Butyou may still have an issue with factors!
但是你可能仍然有一个因素的问题!
# making up some similar data( adapted from earlier answer)
a <- rep ("Lefebvre Arnaud", 6)
b <- c("Abe Lyu", "Abe Lyu", "Lefebvre Arnaud", rep("De Dinechin Florent", 3))
df <- data.frame(CompleteName = a, CompleteName.1 = b)
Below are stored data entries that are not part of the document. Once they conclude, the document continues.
"""Closed forms of the linear regime.

The intensities of Gaussian light obey the Gaussian moment theorem (Goodman, Statistical
Optics, ch. 3): cov[I_j(t), I_k(t+τ)] = |Γ_jk(τ)|² with Γ_jk(τ) = ∫ Σ_d M*_jd M_kd e^{2πifτ} df,
for any response M whose component j is Σ_d M_jd n_d.
"""

from dataclasses import dataclass

import numpy as np

from solver.experiment import Experiment
from solver.fibre import linear_response, sections
from solver.grid import Complex, Grid, Real
from solver.receiver import demultiplexing, power_transfer
from solver.relation import input_response


def mutual_coherence(response: Complex) -> Complex:
    """Γ_jk(τ) in W, shape (2, 2, samples), lags in FFT order (0, 1, …, −1 steps)."""
    density = np.einsum("jdf,kdf->jkf", response.conj(), response)
    return np.asarray(np.fft.ifft(density, norm="forward"))


@dataclass(frozen=True)
class LinearCorrelations:
    """Normalized intensity covariances of the linear regime; lags in FFT order.

    auto1, auto2, sum, cross: shape (samples,); moment_cross: ⟨I1 I2⟩/(⟨I1⟩⟨I2⟩) at lag 0.
    """

    auto1: Real
    auto2: Real
    sum: Real
    cross: Real
    moment_cross: float


def linear_correlations(experiment: Experiment, grid: Grid) -> LinearCorrelations:
    """What the receiver would see of this experiment with the Kerr term off."""
    line = sections(
        experiment.line, grid, experiment.source.wavelength_nm, experiment.ensemble.seed
    )
    return _correlations(linear_response(line, input_response(experiment, grid)), experiment, grid)


def launched_central(experiment: Experiment, grid: Grid) -> float:
    """C12(0) that the receiver would see of the launch itself."""
    return float(_correlations(input_response(experiment, grid), experiment, grid).cross[0])


def _correlations(response: Complex, experiment: Experiment, grid: Grid) -> LinearCorrelations:
    """Correlations of light of a response, after the receiver."""
    coherence = mutual_coherence(response)
    mean = coherence[[0, 1], [0, 1], 0].real
    demultiplex = demultiplexing(experiment.receiver)
    covariance = np.einsum("ja,kb,abt->jkt", demultiplex, demultiplex, np.abs(coherence) ** 2)
    transfer = power_transfer(experiment.receiver, np.abs(grid.frequency_thz) * 1e3)
    seen = np.fft.ifft(np.fft.fft(covariance) * transfer).real
    # A component launched without power has no fluctuation to correlate.
    variance = np.maximum(seen[[0, 1], [0, 1], 0], np.finfo(float).tiny)
    total = seen.sum(axis=(0, 1))
    mean = np.maximum(demultiplex @ mean, np.finfo(float).tiny)
    return LinearCorrelations(
        auto1=seen[0, 0] / variance[0],
        auto2=seen[1, 1] / variance[1],
        sum=total / total[0],
        cross=seen[0, 1] / np.sqrt(variance[0] * variance[1]),
        moment_cross=float(1.0 + seen[0, 1, 0] / (mean[0] * mean[1])),
    )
which(df$CompleteName == df$CompleteName1)
#integer(0)
#Warning message:
#In is.na(e2) : is.na() applied to non-(list or vector) of type 'NULL'
str(df)
# 'data.frame': 6 obs. of 2 variables:
# $ CompleteName : Factor w/ 1 level "Lefebvre Arnaud": 1 1 1 1 1 1
# $ CompleteName.1: Factor w/ 3 levels "Abe Lyu","De Dinechin Florent",..: 1 1 3 2 2 2
stringsAsFactors
stringsAsFactors
Above, the data.frame wasn't constructed with stringsAsFactors=FALSE
and caused an error. Unfortunately, out of the box R
will coerce strings to factors on loading a csv
or creating a data.frame
. This can be fixed when creating the data.frame by explicitly specifying stringsAsFactors=FALSE
上面,data.frame 没有构建stringsAsFactors=FALSE
并导致错误。不幸的是,开箱即用R
会将字符串强制转换为加载csv
或创建data.frame
. 这可以在创建 data.frame 时通过显式指定来修复stringsAsFactors=FALSE
df <- data.frame(CompleteName = a, CompleteName.1 = b, stringsAsFactors = FALSE)
df[which(df$CompleteName == df$CompleteName.1), ]
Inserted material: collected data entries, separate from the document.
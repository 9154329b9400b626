"""Lab units, converted once at the edge.

Inside the solver: power in W, time in ps, distance in km, angular frequency in rad/ps.
"""

import math

LIGHT_SPEED_NM_PER_PS = 299_792.458
"""Speed of light in vacuum, nm/ps (exact, SI)."""


def watt_from_dbm(power_dbm: float) -> float:
    """Power in W from a level in dBm (0 dBm is 1 mW)."""
    return 1e-3 * float(10.0 ** (power_dbm / 10.0))


def dbm_from_watt(power_w: float) -> float:
    """Level in dBm from a power in W; minus infinity for a power of zero."""
    return 10.0 * math.log10(power_w * 1e3) if power_w > 0.0 else -math.inf


def ratio_from_db(level_db: float) -> float:
    """Power ratio from a level in dB."""
    return float(10.0 ** (level_db / 10.0))


def attenuation_per_km(loss_db_per_km: float) -> float:
    """Power attenuation coefficient α in 1/km from a loss in dB/km."""
    return loss_db_per_km * math.log(10.0) / 10.0


def beta2_from_dispersion(dispersion_ps_per_nm_km: float, wavelength_nm: float) -> float:
    """Group-velocity dispersion β2 in ps²/km from D in ps/(nm·km).

    β2 = −D λ²/(2πc); 17 ps/(nm·km) at 1550 nm is −21.7 ps²/km.
    """
    return -dispersion_ps_per_nm_km * wavelength_nm**2 / (2.0 * math.pi * LIGHT_SPEED_NM_PER_PS)


def effective_length_km(length_km: float, loss_db_per_km: float) -> float:
    """Effective length (1 − e^{−αL})/α in km, the length over which the Kerr phase accrues."""
    alpha = attenuation_per_km(loss_db_per_km)
    return -math.expm1(-alpha * length_km) / alpha if alpha else length_km


def beta3_from_slope(
    dispersion_ps_per_nm_km: float, slope_ps_per_nm2_km: float, wavelength_nm: float
) -> float:
    """Third-order dispersion β3 in ps³/km from D and its slope S = dD/dλ in ps/(nm²·km).

    β3 = dβ2/dω = λ³/(2πc)² · (λS + 2D), as follows from D = −2πc β2/λ².
    """
    scale = wavelength_nm**3 / (2.0 * math.pi * LIGHT_SPEED_NM_PER_PS) ** 2
    return scale * (wavelength_nm * slope_ps_per_nm2_km + 2.0 * dispersion_ps_per_nm_km)


def slope_from_beta3(
    dispersion_ps_per_nm_km: float, beta3_ps3_per_km: float, wavelength_nm: float
) -> float:
    """Dispersion slope in ps/(nm²·km) from D and β3; undoes :func:`beta3_from_slope`."""
    scale = wavelength_nm**3 / (2.0 * math.pi * LIGHT_SPEED_NM_PER_PS) ** 2
    return (beta3_ps3_per_km / scale - 2.0 * dispersion_ps_per_nm_km) / wavelength_nm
## CompleteName CompleteName.1
## 3 Lefebvre Arnaud Lefebvre Arnaud
To avoid the issue in the future, run options(stringsAsFactors = FALSE)
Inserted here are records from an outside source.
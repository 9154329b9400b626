"""The script a lab would write by hand: the yardstick of ``crossdip bench``.

Symmetric split steps of one length, numpy, double precision, one process. It knows nothing of
the solver. Fields in √W, shape (2, samples); time in ps, distance in km.
"""

from typing import Any, NamedTuple

import numpy as np
import numpy.typing as npt

Array = npt.NDArray[Any]


class Fibre(NamedTuple):
    """One uniform fibre; self and cross are the Kerr factors of the coupling."""

    length_km: float
    beta2_ps2_per_km: float
    loss_db_per_km: float
    gamma_per_w_km: float
    self_factor: float
    cross_factor: float


def propagate(field: Array, time_step_ps: float, fibre: Fibre, steps: int) -> Array:
    """The field at the end of the fibre after equal steps: half linear, Kerr, half linear."""
    h = fibre.length_km / steps
    omega = 2 * np.pi * np.fft.fftfreq(field.shape[1], time_step_ps)
    alpha = fibre.loss_db_per_km * np.log(10) / 10
    half = np.exp((-alpha / 2 + 0.5j * fibre.beta2_ps2_per_km * omega**2) * h / 2)
    whole = half**2
    own = fibre.gamma_per_w_km * fibre.self_factor * h
    other = fibre.gamma_per_w_km * fibre.cross_factor * h
    # Two halves that meet are one linear step, so a step costs two transforms and not four.
    a = np.fft.ifft(half * np.fft.fft(field.astype(np.complex128)))
    for step in range(steps):
        power = np.abs(a) ** 2
        a = a * np.exp(1j * (own * power + other * power[::-1]))
        a = np.fft.ifft((whole if step + 1 < steps else half) * np.fft.fft(a))
    return a


def distance(field: Array, reference: Array) -> float:
    """Relative L2 distance."""
    return float(np.linalg.norm(field - reference) / np.linalg.norm(reference))


def steps_for(
    field: Array, time_step_ps: float, fibre: Fibre, tolerance: float, first: int = 1
) -> tuple[int, float]:
    """Number of the largest equal steps that keep the field within the tolerance, and its error.

    Steps are halved until a run and the next finer one agree; then the number is bracketed from
    below, to one part in sixteen. A run of second order with m steps keeps (m/n)² of the error
    of one with n fewer steps, which the error against that finer run is mended by.
    """

    def run(steps: int) -> Array:
        return propagate(field, time_step_ps, fibre, steps)

    def error_of(steps: int, found: Array) -> float:
        return distance(found, finest) / (1 - (steps / (2 * enough)) ** 2)

    enough, found = first, run(first)
    while True:
        finest = run(2 * enough)
        error = error_of(enough, found)
        if error <= tolerance:
            break
        enough, found = 2 * enough, finest
    low, high = enough // 2, enough
    while high - low > max(1, high // 16):
        middle = (low + high) // 2
        tried = error_of(middle, run(middle))
        if tried <= tolerance:
            high, error = middle, tried
        else:
            low = middle
    return high, error


def moments(field: Array) -> Array:
    """Time means of I1, I2, I1², I2², I1·I2."""
    i1, i2 = np.abs(field) ** 2
    return np.array([x.mean() for x in (i1, i2, i1 * i1, i2 * i2, i1 * i2)])


def central_correlation(of_realizations: list[Array]) -> float:
    """C12(0): covariance of the two intensities over the root of the product of variances."""
    m1, m2, m11, m22, m12 = np.mean(of_realizations, axis=0)
    return float((m12 - m1 * m2) / np.sqrt((m11 - m1**2) * (m22 - m2**2)))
at the beginning of your R session (or put it at the top of your .R
script). More discussion here:
为避免将来出现此问题,请options(stringsAsFactors = FALSE)
在 R 会话的开头运行(或将其放在.R
脚本的顶部)。更多讨论在这里:
回答by Matt Weller
Here's a solution using a data.table
with performance comparison to the data.frame
solution based on an identical number of records as in your case.
这是一个使用data.table
与data.frame
基于与您的情况相同数量的记录的解决方案进行性能比较的解决方案。
col1 = sample(x = letters, size = 354903, replace = TRUE)
col2 = sample(x = letters, size = 354903, replace = TRUE)
library(data.table)
dt = data.table(col1 = col1, col2 = col2)
df = data.frame(col1 = col1, col2 = col2)
# comparing the 2 columns
system.time(dt$col1==dt$col2)
system.time(df$col1==df$col2)
# storing the comparison in the table/frame itself
system.time(dt[, col3:= (col1==col2)])
system.time({df$col3 = (df$col1 == df$col2)})
The data.table
approach offers a significant speedup on my machine: from 0.020s to 0.008s.
该data.table
方法在我的机器上提供了显着的加速:从 0.020s 到 0.008s。
Try it for yourself and see. I know this is not really significant with such a small number of rows but multiply that 1000 and you'll see a major difference!
自己试试看。我知道这对于这么少的行并不是很重要,但是乘以 1000,您会看到很大的不同!